● **What to produce**
The lines from the start of the data through the line with "let crosses = sorted_unique(&|k|" are to be returned verbatim; all later lines are to be omitted.
..........
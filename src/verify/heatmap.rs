//! `mae_offsets.png`: the MAE of the scenarios over the offset plane, cross-track across and
//! along-track up, one coloured cell per offset pair — which track happened. Where other axes
//! (timing, intensity, warm bias, members, methods) were run, a cell shows the smallest MAE
//! over them at that offset.

use super::assess::Assessment;
use super::run::FinishedRun;
use crate::render::{ramp, text, Canvas, Rgb};

/// The file's name.
pub const FILE: &str = "mae_offsets.png";

/// What the map shows.
pub const CAPTION: &str = "MAE of each track offset's snowfall against the reports (cross-track across, positive left of the motion; along-track up, positive ahead); with other axes, members or methods the smallest MAE over them; outlined: the best scenario; grey: no scenario at that offset with a value at every report";

const WHITE: Rgb = [255, 255, 255];
const INK: Rgb = [30, 30, 30];

/// The heat map as PNG bytes; `None` without a scored report or with a single offset.
pub fn mae_heatmap(run: &FinishedRun, a: &Assessment) -> Option<Vec<u8>> {
    let best = a.best?;
    let full = a.scored.len();
    let sorted_unique = |f: &dyn Fn(usize) -> f64| {
        let mut v: Vec<f64> = (0..run.scenarios.len()).map(f).collect();
        v.sort_by(f64::total_cmp);
        v.dedup();
        v
    };
    let crosses = sorted_unique(&|k| run.scenarios[k].cross_km);
    let alongs = sorted_unique(&|k| run.scenarios[k].along_km);
    if crosses.len() * alongs.len() < 2 {
        return None;
    }
    let mut cells = vec![f64::NAN; crosses.len() * alongs.len()];
    let place = |k: usize| {
        let s = &run.scenarios[k];
        let i = crosses.iter().position(|c| *c == s.cross_km)?;
        let j = alongs.iter().position(|c| *c == s.along_km)?;
        Some(j * crosses.len() + i)
    };
    for sc in a.scenarios.iter().filter(|s| s.n == full) {
        if let Some(c) = place(sc.index) {
            if cells[c].is_nan() || sc.mae < cells[c] {
                cells[c] = sc.mae;
            }
        }
    }
    let hi = cells
        .iter()
        .copied()
        .filter(|v| v.is_finite())
        .fold(0.0, f64::max);
    let lo = cells
        .iter()
        .copied()
        .filter(|v| v.is_finite())
        .fold(f64::INFINITY, f64::min);
    let (nx, ny) = (crosses.len(), alongs.len());
    let cell = (640 / nx).clamp(8, 60).min((400 / ny).max(8)) as i64;
    let (left, top, right, bottom) = (80i64, 44i64, 150i64, 56i64);
    let width = left + cell * nx as i64 + right;
    let height = top + cell * ny as i64 + bottom;
    let mut c = Canvas::new(width as usize, height as usize, WHITE);
    let r = ramp::spread();
    let colour = |v: f64| {
        if hi > lo {
            r.rgb((v - lo) / (hi - lo))
        } else {
            r.rgb(0.0)
        }
    };
    let u = run.units.snow_unit();
    text::draw(
        &mut c,
        10.0,
        10.0,
        16.0,
        INK,
        &format!("MAE against the reports, {u}, by track offset"),
    );
    for j in 0..ny {
        // Ahead (positive along) at the top.
        let y0 = top + cell * (ny - 1 - j) as i64;
        for i in 0..nx {
            let x0 = left + cell * i as i64;
            let v = cells[j * nx + i];
            let fill = if v.is_finite() {
                colour(v)
            } else {
                [200, 200, 200]
            };
            c.fill_rect(x0, y0, x0 + cell - 1, y0 + cell - 1, fill);
        }
        let label = format!("{}", alongs[j]);
        let w = text::width(&label, 12.0);
        text::draw(
            &mut c,
            (left - 6) as f64 - w,
            (y0 + cell / 2 - 7) as f64,
            12.0,
            INK,
            &label,
        );
    }
    if let Some(k) = place(best) {
        let (i, j) = ((k % nx) as i64, (k / nx) as i64);
        let (x0, y0) = (left + cell * i, top + cell * (ny as i64 - 1 - j));
        c.stroke_rect(x0, y0, x0 + cell, y0 + cell, 2, INK);
    }
    // Labels on at most about 10 columns, so they never overlap.
    let every = nx.div_ceil(10).max(1);
    for (i, cross) in crosses.iter().enumerate().step_by(every) {
        let label = format!("{cross}");
        let w = text::width(&label, 12.0);
        let x = (left + cell * i as i64 + cell / 2) as f64 - w / 2.0;
        text::draw(
            &mut c,
            x,
            (top + cell * ny as i64 + 4) as f64,
            12.0,
            INK,
            &label,
        );
    }
    let xt = "cross-track offset, km (positive: left of the motion)";
    text::draw(&mut c, left as f64, (height - 24) as f64, 13.0, INK, xt);
    text::draw(&mut c, 6.0, (top - 18) as f64, 12.0, INK, "along, km");
    // Legend: a vertical bar from the smallest MAE (top) to the largest.
    let lx = left + cell * nx as i64 + 24;
    let lh = (cell * ny as i64).max(60);
    for y in 0..lh {
        let t = y as f64 / (lh - 1).max(1) as f64;
        c.fill_rect(
            lx,
            top + y,
            lx + 18,
            top + y + 1,
            colour(lo + t * (hi - lo)),
        );
    }
    for (y, v) in [(top, lo), (top + lh - 14, hi)] {
        text::draw(
            &mut c,
            (lx + 24) as f64,
            y as f64,
            12.0,
            INK,
            &format!("{v:.2} {u}"),
        );
    }
    Some(c.to_png())
}
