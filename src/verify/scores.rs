//! Scores of a weighted scenario distribution against one observation: the continuous ranked
//! probability score (CRPS), the probability integral transform (PIT) and the Brier score.
//!
//! Every function takes the scenarios as (value, weight) pairs; weights need not add up to 1
//! (they are normalised here), pairs of weight 0 or without a value (NaN) are left out by the
//! caller ([`crate::summarise::quantiles::prepare`]).

/// CRPS of the discrete distribution that puts weight `wᵢ` on `xᵢ`, against the observation `y`,
/// in the units of the values.
///
/// `CRPS = Σᵢ wᵢ|xᵢ − y| − ½ Σᵢ Σⱼ wᵢ wⱼ |xᵢ − xⱼ|` (weights normalised), the energy form of
/// Gneiting & Raftery (2007), *Strictly proper scoring rules, prediction, and estimation*,
/// JASA 102(477), 359–378, eq. 21, for a distribution with finite first moment. The double sum
/// runs in O(n log n): with the values sorted and `Cᵢ` the weight up to and including `xᵢ`,
/// `Σᵢ Σⱼ wᵢ wⱼ |xᵢ − xⱼ| = 2 Σᵢ wᵢ xᵢ (Cᵢ₋₁ − (1 − Cᵢ))` (ties cancel pairwise). For a single
/// value it is the absolute error.
///
/// NaN when no weight is positive.
///
/// ```
/// use trackswing::verify::scores::crps;
/// // Two equally likely values 0 and 2, observed 1: ½·1 + ½·1 − ½·(2·¼·2) = 0.5.
/// assert!((crps(&[(0.0, 0.5), (2.0, 0.5)], 1.0) - 0.5).abs() < 1e-12);
/// // One value: the absolute error.
/// assert_eq!(crps(&[(3.0, 1.0)], 1.0), 2.0);
/// ```
pub fn crps(pairs: &[(f64, f64)], y: f64) -> f64 {
    let total: f64 = pairs.iter().map(|p| p.1).sum();
    if total <= 0.0 || pairs.is_empty() {
        return f64::NAN;
    }
    let mut sorted: Vec<(f64, f64)> = pairs.iter().map(|&(x, w)| (x, w / total)).collect();
    sorted.sort_by(|a, b| a.0.total_cmp(&b.0));
    let error: f64 = sorted.iter().map(|&(x, w)| w * (x - y).abs()).sum();
    let mut below = 0.0;
    let mut spread = 0.0;
    for &(x, w) in &sorted {
        let upto = below + w;
        spread += w * x * (below - (1.0 - upto));
        below = upto;
    }
    // `spread` is half the double sum.
    (error - spread).max(0.0)
}

/// The weight strictly below `y` and the weight at `y` (normalised): the weighted CDF's left
/// limit `F(y⁻)` and its jump `F(y) − F(y⁻)`.
pub fn cdf_at(pairs: &[(f64, f64)], y: f64) -> (f64, f64) {
    let total: f64 = pairs.iter().map(|p| p.1).sum();
    // Folds from +0, not `sum` (whose empty sum is −0, which prints as "-0").
    let below = pairs.iter().filter(|p| p.0 < y).fold(0.0, |a, p| a + p.1);
    let at = pairs.iter().filter(|p| p.0 == y).fold(0.0, |a, p| a + p.1);
    (below / total, at / total)
}

/// Randomised PIT of the observation `y`: `F(y⁻) + u·(F(y) − F(y⁻))` with `u` uniform on [0, 1),
/// so an observation equal to some scenarios (a common case: 0 snow where every scenario has
/// none) falls anywhere in their step rather than at its top (Gneiting, Balabdaoui & Raftery
/// 2007, *Probabilistic forecasts, calibration and sharpness*, JRSS B 69(2), 243–268, §2.1,
/// the randomised PIT for discrete forecasts). A calibrated forecast gives uniform PIT values.
///
/// ```
/// use trackswing::verify::scores::pit;
/// let s = [(0.0, 0.5), (1.0, 0.25), (2.0, 0.25)];
/// assert_eq!(pit(&s, 1.5, 0.3), 0.75); // no tie: u does not matter
/// assert_eq!(pit(&s, 0.0, 0.5), 0.25); // half-way up the step of 0
/// ```
pub fn pit(pairs: &[(f64, f64)], y: f64, u: f64) -> f64 {
    let (below, at) = cdf_at(pairs, y);
    (below + u * at).clamp(0.0, 1.0)
}

/// Brier score of probabilities `p` for the events `happened`: the mean of `(p − o)²` with
/// `o` = 1 when the event happened, 0 otherwise (Brier 1950, *Verification of forecasts
/// expressed in terms of probability*, Monthly Weather Review 78(1), 1–3, eq. 1, for one
/// event). 0 is perfect; NaN for no pairs.
///
/// ```
/// use trackswing::verify::scores::brier;
/// // (0.8 − 1)² and (0.3 − 0)²: (0.04 + 0.09) / 2.
/// assert!((brier(&[(0.8, true), (0.3, false)]) - 0.065).abs() < 1e-12);
/// ```
pub fn brier(pairs: &[(f64, bool)]) -> f64 {
    if pairs.is_empty() {
        return f64::NAN;
    }
    pairs
        .iter()
        .map(|&(p, o)| (p - if o { 1.0 } else { 0.0 }).powi(2))
        .sum::<f64>()
        / pairs.len() as f64
}

#[cfg(test)]
mod tests {
    use super::*;
    use rand::{RngExt, SeedableRng};

    /// The double sum of the definition, term by term (Gneiting & Raftery 2007, eq. 21).
    fn crps_by_definition(pairs: &[(f64, f64)], y: f64) -> f64 {
        let total: f64 = pairs.iter().map(|p| p.1).sum();
        let mut a = 0.0;
        let mut b = 0.0;
        for &(xi, wi) in pairs {
            a += wi / total * (xi - y).abs();
            for &(xj, wj) in pairs {
                b += wi / total * wj / total * (xi - xj).abs();
            }
        }
        a - 0.5 * b
    }

    /// CRPS as the integral of (F(x) − 1{x ≥ y})² over x (Matheson & Winkler 1976, the
    /// original definition), exact on a step function by summing over the breakpoints.
    fn crps_by_integral(pairs: &[(f64, f64)], y: f64) -> f64 {
        let total: f64 = pairs.iter().map(|p| p.1).sum();
        let mut points: Vec<f64> = pairs.iter().map(|p| p.0).collect();
        points.push(y);
        points.sort_by(f64::total_cmp);
        let mut s = 0.0;
        for k in 0..points.len() - 1 {
            let (a, b) = (points[k], points[k + 1]);
            let f: f64 = pairs.iter().filter(|p| p.0 <= a).map(|p| p.1).sum::<f64>() / total;
            let h = if a >= y { 1.0 } else { 0.0 };
            s += (f - h).powi(2) * (b - a);
        }
        s
    }

    #[test]
    fn crps_matches_its_definitions_on_random_weighted_ensembles() {
        let mut rng = rand_pcg::Pcg64::seed_from_u64(7);
        for case in 0..500 {
            let n = 1 + case % 40;
            let mut pairs: Vec<(f64, f64)> = (0..n)
                .map(|_| {
                    // Rounded so that ties occur.
                    let x = (rng.random::<f64>() * 30.0).round() / 2.0;
                    (x, rng.random::<f64>() + 0.01)
                })
                .collect();
            if case % 3 == 0 {
                pairs.push((0.0, 0.5));
            }
            let y = (rng.random::<f64>() * 34.0 - 2.0).round() / 2.0;
            let got = crps(&pairs, y);
            let want = crps_by_definition(&pairs, y);
            let integral = crps_by_integral(&pairs, y);
            assert!((got - want).abs() < 1e-9, "{pairs:?} {y}: {got} vs {want}");
            assert!(
                (got - integral).abs() < 1e-9,
                "{got} vs integral {integral}"
            );
        }
    }

    #[test]
    fn pit_is_uniform_for_observations_drawn_from_the_forecast() {
        // Probability integral transform (Dawid 1984): when y is drawn from the forecast
        // distribution itself, the randomised PIT is uniform on [0, 1], ties included.
        let mut rng = rand_pcg::Pcg64::seed_from_u64(11);
        let pairs = [(0.0, 0.3), (1.0, 0.1), (2.0, 0.4), (5.0, 0.2)];
        let n = 40_000;
        let mut bins = [0usize; 10];
        for _ in 0..n {
            let r: f64 = rng.random();
            let mut c = 0.0;
            let y = pairs
                .iter()
                .find(|p| {
                    c += p.1;
                    r < c
                })
                .map_or(5.0, |p| p.0);
            let v = pit(&pairs, y, rng.random());
            bins[((v * 10.0) as usize).min(9)] += 1;
        }
        for b in bins {
            let share = b as f64 / n as f64;
            // 10 % each; 4 binomial standard deviations (√(0.09/40000) = 0.0015).
            assert!((share - 0.1).abs() < 0.006, "{bins:?}");
        }
    }

    #[test]
    fn pit_at_the_extremes() {
        let s = [(1.0, 0.5), (2.0, 0.5)];
        assert_eq!(pit(&s, 0.0, 0.9), 0.0);
        assert_eq!(pit(&s, 3.0, 0.1), 1.0);
        assert_eq!(pit(&s, 2.0, 0.5), 0.75);
    }

    #[test]
    fn brier_of_certain_forecasts() {
        assert_eq!(brier(&[(1.0, true), (0.0, false)]), 0.0);
        assert_eq!(brier(&[(0.0, true), (1.0, false)]), 1.0);
        assert!(brier(&[]).is_nan());
    }
}
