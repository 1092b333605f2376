//! `OUT_DIR/verification/`: the reports scored (`reports.csv`), the reports left out
//! (`skipped.csv`), the scenarios ranked (`scenarios.csv`), the summary (`summary.json`), the
//! heat map of MAE over the offset plane (`mae_offsets.png`) and a manifest of these files.
//!
//! The folder is written as a whole into a staging folder and swapped in
//! ([`crate::write::folder::Staging`]): the run's own files beside it are never touched, and an
//! interrupted verification leaves the previous complete one or none.

use super::assess::{Assessment, EXPECTED_INSIDE, PIT_SEED};
use super::run::FinishedRun;
use super::VerifyError;
use crate::write::towns::spreadsheet_safe;
use crate::write::{folder::Staging, write_atomic, write_text_atomic, Kind, WriteError, Written};
use std::path::{Path, PathBuf};

/// The folder's name inside the run's output folder.
pub const FOLDER: &str = "verification";

fn num(v: f64, decimals: usize) -> String {
    if v.is_finite() {
        format!("{v:.decimals$}")
    } else {
        String::new()
    }
}

/// A CSV in memory.
fn csv_text(dir: &Path, name: &str, rows: &[Vec<String>]) -> Result<String, WriteError> {
    let mut w = csv::Writer::from_writer(Vec::new());
    let err = |e: csv::Error| WriteError::Io {
        path: dir.join(name),
        source: std::io::Error::other(e.to_string()),
    };
    for r in rows {
        w.write_record(r).map_err(err)?;
    }
    let bytes = w.into_inner().map_err(|e| WriteError::Io {
        path: dir.join(name),
        source: std::io::Error::other(e.to_string()),
    })?;
    Ok(String::from_utf8_lossy(&bytes).into_owned())
}

fn reports_rows(run: &FinishedRun, a: &Assessment) -> Vec<Vec<String>> {
    let u = run.units.snow_unit();
    let mut rows = vec![[
        "line",
        "name",
        "lat",
        "lon",
        "type",
        &format!("observed_{u}"),
        &format!("issued_{u}"),
        &format!("mean_{u}"),
        &format!("p10_{u}"),
        &format!("p50_{u}"),
        &format!("p90_{u}"),
        "inside_p10_p90",
        "pit",
        &format!("crps_{u}"),
        "best_scenario_band",
        "best_scenario",
        &format!("best_error_{u}"),
    ]
    .map(String::from)
    .to_vec()];
    for s in &a.scored {
        let r = &s.report;
        let inside = s.quantiles[0] <= s.observed && s.observed <= s.quantiles[2];
        rows.push(vec![
            r.line.to_string(),
            spreadsheet_safe(&r.name),
            format!("{:.5}", r.lat),
            format!("{:.5}", r.lon),
            spreadsheet_safe(&r.kind),
            num(s.observed, 2),
            num(s.issued, 2),
            num(s.mean, 2),
            num(s.quantiles[0], 2),
            num(s.quantiles[1], 2),
            num(s.quantiles[2], 2),
            inside.to_string(),
            num(s.pit, 4),
            num(s.crps, 3),
            (s.best + 1).to_string(),
            spreadsheet_safe(&run.scenarios[s.best].label),
            num(s.best_error, 3),
        ]);
    }
    rows
}

fn skipped_rows(a: &Assessment) -> Vec<Vec<String>> {
    let mut rows = vec![["line", "name", "lat", "lon", "reason"]
        .map(String::from)
        .to_vec()];
    for s in &a.skipped {
        rows.push(vec![
            s.report.line.to_string(),
            spreadsheet_safe(&s.report.name),
            format!("{:.5}", s.report.lat),
            format!("{:.5}", s.report.lon),
            s.reason.clone(),
        ]);
    }
    rows
}

fn scenario_rows(run: &FinishedRun, a: &Assessment) -> Vec<Vec<String>> {
    let u = run.units.snow_unit();
    let several = run.scenarios.iter().any(|s| s.member.is_some());
    let mut head: Vec<String> = [
        "rank",
        "band",
        "cross_km",
        "along_km",
        "timing_h",
        "intensity",
        "warm_bias_k",
    ]
    .map(String::from)
    .to_vec();
    if several {
        head.extend(["member", "precip_type", "snow_ratio"].map(String::from));
    }
    head.extend(
        [
            "weight".to_string(),
            "label".into(),
            "reports".into(),
            format!("mae_{u}"),
            format!("bias_{u}"),
            format!("rmse_{u}"),
        ]
        .to_vec(),
    );
    let mut rows = vec![head];
    for (rank, sc) in a.scenarios.iter().enumerate() {
        let s = &run.scenarios[sc.index];
        let mut row = vec![
            (rank + 1).to_string(),
            (sc.index + 1).to_string(),
            s.cross_km.to_string(),
            s.along_km.to_string(),
            s.timing_h.to_string(),
            s.intensity.to_string(),
            s.warm_bias_k.to_string(),
        ];
        if several {
            for v in [&s.member, &s.precip_type, &s.snow_ratio] {
                row.push(spreadsheet_safe(v.as_deref().unwrap_or("")));
            }
        }
        row.extend([
            format!("{:.6}", s.weight),
            spreadsheet_safe(&s.label),
            sc.n.to_string(),
            num(sc.mae, 3),
            num(sc.bias, 3),
            num(sc.rmse, 3),
        ]);
        rows.push(row);
    }
    rows
}

/// A number for JSON: null when not finite (JSON has no NaN).
fn json_num(v: f64) -> serde_json::Value {
    if v.is_finite() {
        serde_json::json!(v)
    } else {
        serde_json::Value::Null
    }
}

fn scenario_json(run: &FinishedRun, a: &Assessment, k: usize) -> serde_json::Value {
    let s = &run.scenarios[k];
    let sc = a.scenarios.iter().find(|x| x.index == k);
    serde_json::json!({
        "band": k + 1,
        "label": s.label,
        "cross_km": s.cross_km,
        "along_km": s.along_km,
        "timing_h": s.timing_h,
        "intensity": s.intensity,
        "warm_bias_k": s.warm_bias_k,
        "member": s.member,
        "precip_type": s.precip_type,
        "snow_ratio": s.snow_ratio,
        "weight": s.weight,
        "mae": sc.map_or(serde_json::Value::Null, |x| json_num(x.mae)),
        "mae_standard_error": sc.map_or(serde_json::Value::Null, |x| json_num(x.mae_se)),
        "bias": sc.map_or(serde_json::Value::Null, |x| json_num(x.bias)),
    })
}

fn summary_json(run: &FinishedRun, a: &Assessment, run_manifest_sha256: &str) -> String {
    let v = serde_json::json!({
        "trackswing_version": env!("CARGO_PKG_VERSION"),
        "caution": crate::CAUTION,
        "run_manifest_sha256": run_manifest_sha256,
        "snow_units": run.units.snow_unit(),
        "scenario_stack": run.stack_file,
        "reports_scored": a.scored.len(),
        "reports_skipped": a.skipped.len(),
        "mean_crps": json_num(a.mean_crps),
        "mae_as_issued": json_num(a.issued_mae),
        "crps_skill_vs_as_issued": json_num(a.crps_skill),
        "inside_p10_p90": json_num(a.inside_p10_p90),
        "inside_p10_p90_expected": EXPECTED_INSIDE,
        "mean_pit": json_num(a.scored.iter().map(|s| s.pit).sum::<f64>() / a.scored.len() as f64),
        "brier": a.thresholds.iter().map(|t| serde_json::json!({
            "threshold": t.threshold,
            "brier": json_num(t.brier),
            "brier_as_issued": json_num(t.brier_issued),
            "observed_share": json_num(t.observed_share),
        })).collect::<Vec<_>>(),
        "best_scenario": a.best.map(|k| scenario_json(run, a, k)),
        "within_one_standard_error_of_best": a.within_one_se.iter().map(|&k| scenario_json(run, a, k)).collect::<Vec<_>>(),
        "methods": {
            "distribution": if run.scenarios.iter().any(|s| s.member.is_some()) {
                "every member × method × offset pooled into one weighted sample (weight: member × method × track-error prior, from the stack's band metadata); its P10/P50/P90 are the weighted sample's, not the run's mixture of groups, so they can differ slightly from towns.csv"
            } else {
                "the run's scenarios weighted by the track-error prior (manifest.json)"
            },
            "point_rule": crate::write::towns::POINT_RULE,
            "quantiles": "weighted empirical CDF with each scenario at the middle of its step, linear between scenario values (as the run's summaries)",
            "crps": "Σ wᵢ|xᵢ − y| − ½ Σᵢ Σⱼ wᵢ wⱼ |xᵢ − xⱼ| for the weighted scenarios (Gneiting & Raftery 2007, eq. 21); of the run as issued alone it is the absolute error, so the skill is 1 − mean CRPS / MAE as issued",
            "pit": format!("F(y⁻) + u·(F(y) − F(y⁻)) with u uniform on [0, 1) from a PCG-64 generator seeded with {PIT_SEED}, one draw per scored report in the file's order (randomised within ties, Gneiting et al. 2007)"),
            "brier": "mean of (P(X ≥ threshold) − 1{observed ≥ threshold})² over the scored reports (Brier 1950); as issued: probability 1 or 0",
            "best_scenario": "smallest MAE over the scored reports among the scenarios with a value at each; the range is every such scenario whose MAE is at most the best's plus its standard error (the one-standard-error rule, Hastie, Tibshirani & Friedman 2009, §7.10)",
        },
    });
    serde_json::to_string_pretty(&v).expect("the summary serialises") + "\n"
}

fn written(file: &str, kind: Kind, units: &str, description: &str) -> Written {
    Written {
        file: file.into(),
        kind,
        units: units.into(),
        description: description.into(),
        bands: Vec::new(),
        sha256: None,
    }
}

/// Writes `out_dir/verification/`; returns its path.
pub fn write_verification(
    out_dir: &Path,
    reports_file: &Path,
    run: &FinishedRun,
    a: &Assessment,
) -> Result<PathBuf, VerifyError> {
    let target = out_dir.join(FOLDER);
    let staging = Staging::begin(&target, &[reports_file.to_path_buf()], false)?;
    match fill(staging.dir(), out_dir, reports_file, run, a) {
        Ok(()) => Ok(staging.commit()?),
        Err(e) => {
            staging.abandon();
            Err(e)
        }
    }
}

fn fill(
    dir: &Path,
    out_dir: &Path,
    reports_file: &Path,
    run: &FinishedRun,
    a: &Assessment,
) -> Result<(), VerifyError> {
    let u = run.units.snow_unit();
    let mut files = vec![
        written("reports.csv", Kind::Table, u, "Every scored report: observed, the run as issued, the scenarios' weighted mean and P10/P50/P90, PIT, CRPS and the scenario closest to it"),
        written("skipped.csv", Kind::Table, "", "The reports left out, with the reason (outside the grid, nodata, too little of the weight with data)"),
        written("scenarios.csv", Kind::Table, u, "Every scenario's MAE, bias (model − observed) and RMSE over the scored reports, best first"),
        written("summary.json", Kind::Table, u, "Mean CRPS and its skill against the run as issued, share inside P10–P90, Brier scores, the best scenario and those within one standard error of it"),
    ];
    for (file, rows) in [
        ("reports.csv", reports_rows(run, a)),
        ("skipped.csv", skipped_rows(a)),
        ("scenarios.csv", scenario_rows(run, a)),
    ] {
        write_text_atomic(dir, file, &csv_text(dir, file, &rows)?)?;
    }
    let run_manifest = out_dir.join(crate::write::folder::MANIFEST);
    let sha = crate::shard::sha256_of(&run_manifest).map_err(|e| VerifyError::Run {
        path: run_manifest,
        what: e.to_string(),
    })?;
    write_text_atomic(dir, "summary.json", &summary_json(run, a, &sha))?;
    if let Some(png) = super::heatmap::mae_heatmap(run, a) {
        write_atomic(dir, super::heatmap::FILE, |tmp| {
            std::fs::write(tmp, png).map_err(|source| WriteError::Io {
                path: tmp.to_path_buf(),
                source,
            })
        })?;
        files.push(written(
            super::heatmap::FILE,
            Kind::Image,
            u,
            super::heatmap::CAPTION,
        ));
    }
    let manifest = serde_json::json!({
        "trackswing_version": env!("CARGO_PKG_VERSION"),
        "caution": crate::CAUTION,
        "reports": reports_file.display().to_string(),
        "reports_sha256": crate::shard::sha256_of(reports_file).map_err(|e| VerifyError::Run {
            path: reports_file.to_path_buf(),
            what: e.to_string(),
        })?,
        "run_manifest_sha256": sha,
        "files": files,
    });
    write_text_atomic(
        dir,
        crate::write::folder::MANIFEST,
        &(serde_json::to_string_pretty(&manifest).expect("the manifest serialises") + "\n"),
    )?;
    Ok(())
}
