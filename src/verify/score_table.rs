//! CRPS and the tie-free PIT of weighted ensembles given on stdin, for the comparison with an
//! independent scoring library (tests/ref/check_scores.py runs `trackswing score-table` and
//! compares with `properscoring`).
//!
//! Input: one ensemble per line, numbers separated by spaces: the observation, then value and
//! weight pairs (`y x₁ w₁ x₂ w₂ …`). Output: one line per ensemble, `crps F(y⁻) F(y)` at full
//! precision ([`super::scores::crps`], [`super::scores::cdf_at`]).

use super::scores::{cdf_at, crps};
use std::io::{BufRead, Write};

/// Why the table cannot be made.
#[derive(Debug, thiserror::Error)]
pub enum ScoreTableError {
    /// A line is not `y x₁ w₁ …`.
    #[error("score table: line {line}: {what}")]
    Line {
        /// 1-based line.
        line: usize,
        /// What is wrong.
        what: String,
    },
    /// Reading or writing failed.
    #[error("score table: {0}")]
    Io(#[from] std::io::Error),
}

/// Reads ensembles from `input` and writes their scores to `output`.
pub fn score_table(input: impl BufRead, mut output: impl Write) -> Result<(), ScoreTableError> {
    for (k, line) in input.lines().enumerate() {
        let line = line?;
        if line.trim().is_empty() {
            continue;
        }
        let bad = |what: String| ScoreTableError::Line { line: k + 1, what };
        let v: Vec<f64> = line
            .split_whitespace()
            .map(|t| {
                t.parse::<f64>()
                    .map_err(|_| bad(format!("'{t}' is not a number")))
            })
            .collect::<Result<_, _>>()?;
        if v.len() < 3 || v.len().is_multiple_of(2) {
            return Err(bad(
                "expected the observation, then value and weight pairs".into()
            ));
        }
        let pairs: Vec<(f64, f64)> = v[1..].chunks(2).map(|c| (c[0], c[1])).collect();
        let (below, at) = cdf_at(&pairs, v[0]);
        writeln!(
            output,
            "{:e} {:e} {:e}",
            crps(&pairs, v[0]),
            below,
            below + at
        )?;
    }
    Ok(())
}

#[cfg(test)]
mod tests {
    use super::*;

    #[test]
    fn a_line_in_a_line_out() {
        let mut out = Vec::new();
        score_table("1 0 0.5 2 0.5\n\n3 3 1\n".as_bytes(), &mut out).unwrap();
        assert_eq!(
            String::from_utf8(out).unwrap(),
            "5e-1 5e-1 5e-1\n0e0 0e0 1e0\n"
        );
        let e = score_table("1 0\n".as_bytes(), Vec::new()).unwrap_err();
        assert!(e.to_string().contains("line 1"), "{e}");
    }
}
..........
● **Completed task**
filename src/verify/heatmap.rs
//! `mae_offsets.png`: the MAE of the scenarios over the offset plane, cross-track across and
//! along-track up, one coloured cell per offset pair — which track happened. Where other axes
//! (timing, intensity, warm bias, members, methods) were run, a cell shows the smallest MAE
//! over them at that offset.

use super::assess::Assessment;
use super::run::FinishedRun;
use crate::render::{ramp, text, Canvas, Rgb};

/// The file's name.
pub const FILE: &str = "mae_offsets.png";

/// What the map shows.
pub const CAPTION: &str = "MAE of each track offset's snowfall against the reports (cross-track across, positive left of the motion; along-track up, positive ahead); with other axes, members or methods the smallest MAE over them; outlined: the best scenario; grey: no scenario at that offset with a value at every report";

const WHITE: Rgb = [255, 255, 255];
const INK: Rgb = [30, 30, 30];

/// The heat map as PNG bytes; `None` without a scored report or with a single offset.
pub fn mae_heatmap(run: &FinishedRun, a: &Assessment) -> Option<Vec<u8>> {
    let best = a.best?;
    let full = a.scored.len();
    let sorted_unique = |f: &dyn Fn(usize) -> f64| {
        let mut v: Vec<f64> = (0..run.scenarios.len()).map(f).collect();
        v.sort_by(f64::total_cmp);
        v.dedup();
        v
    };
    let crosses = sorted_unique(&|k| run.scenarios[k].cross_km);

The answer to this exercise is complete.